Entries taken from a collection
=== Section Start ===

"""The whole result of one vetting, as one frozen record."""

from __future__ import annotations

from dataclasses import dataclass

from scantling.design.spec import Design
from scantling.diagnostics.battery import Diagnosis
from scantling.law.families import ErrorLaw
from scantling.planning.budget import Budget
from scantling.planning.remedies import Remedy
from scantling.planning.stress import Stress
from scantling.planning.verdict import Verdict

SCHEMA = "scantling-report/1"


@dataclass(frozen=True, slots=True, kw_only=True)
class DesignAsRead:
    """What reading and expanding made of the design."""

    names: tuple[str, ...]
    """The P candidate columns."""
    rows: int
    """Rows used."""
    raw_columns: int
    """Columns of the table that were taken."""
    rows_dropped: int
    """Rows left out for missing values."""
    rows_lost: int
    """Rows at the start that have no lags."""
    skipped: tuple[str, ...]
    """Columns of the table without any number."""
    dropped: tuple[tuple[str, str], ...]
    """Candidates the expansion made constant or made twice, with the reason."""
    time_ordered: bool
    span: tuple[str, str] | None
    """First and last time label used."""
    explained: float
    """Share of the response's variance the pilot explains out of fold."""
    pilot_columns: tuple[str, ...]
    """Columns of the pilot on all rows."""
    folds: str
    response_sd: float
    residual_sd: float


@dataclass(frozen=True, slots=True, kw_only=True)
class Receipt:
    """What is needed to run it again and compare."""

    version: str
    seed: int
    replicates: int
    inputs: tuple[tuple[str, str], ...]
    """Base name and sha-256 of each file read."""
    libraries: tuple[tuple[str, str], ...]
    """Name and version."""
    command: str
    seconds: float
    """Wall-clock time of the run; volatile."""
    finished: str
    """When it ended, UTC; volatile."""


@dataclass(frozen=True, slots=True, kw_only=True)
class Report:
    """One design, vetted."""

    design: Design
    read: DesignAsRead
    diagnosis: Diagnosis
    law: ErrorLaw
    budget: Budget
    stress: Stress | None
    """None where selection could not be simulated; the reason is the stability limit's note."""
    remedies: tuple[Remedy, ...]
    verdict: Verdict
    receipt: Receipt

    def to_json(self) -> str:
        """The JSON twin of the text report: schema scantling-report/1, keys stable."""
        from scantling.report.document import report_json

        return report_json(self)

=== Section End ===

Exercise goal:
What you return must match, line for line, the data from the line containing "JSON twin of" to its end, both ends included.

Answer section:
        """The JSON twin of the text report: schema scantling-report/1, keys stable."""
        from scantling.report.document import report_json

        return report_json(self)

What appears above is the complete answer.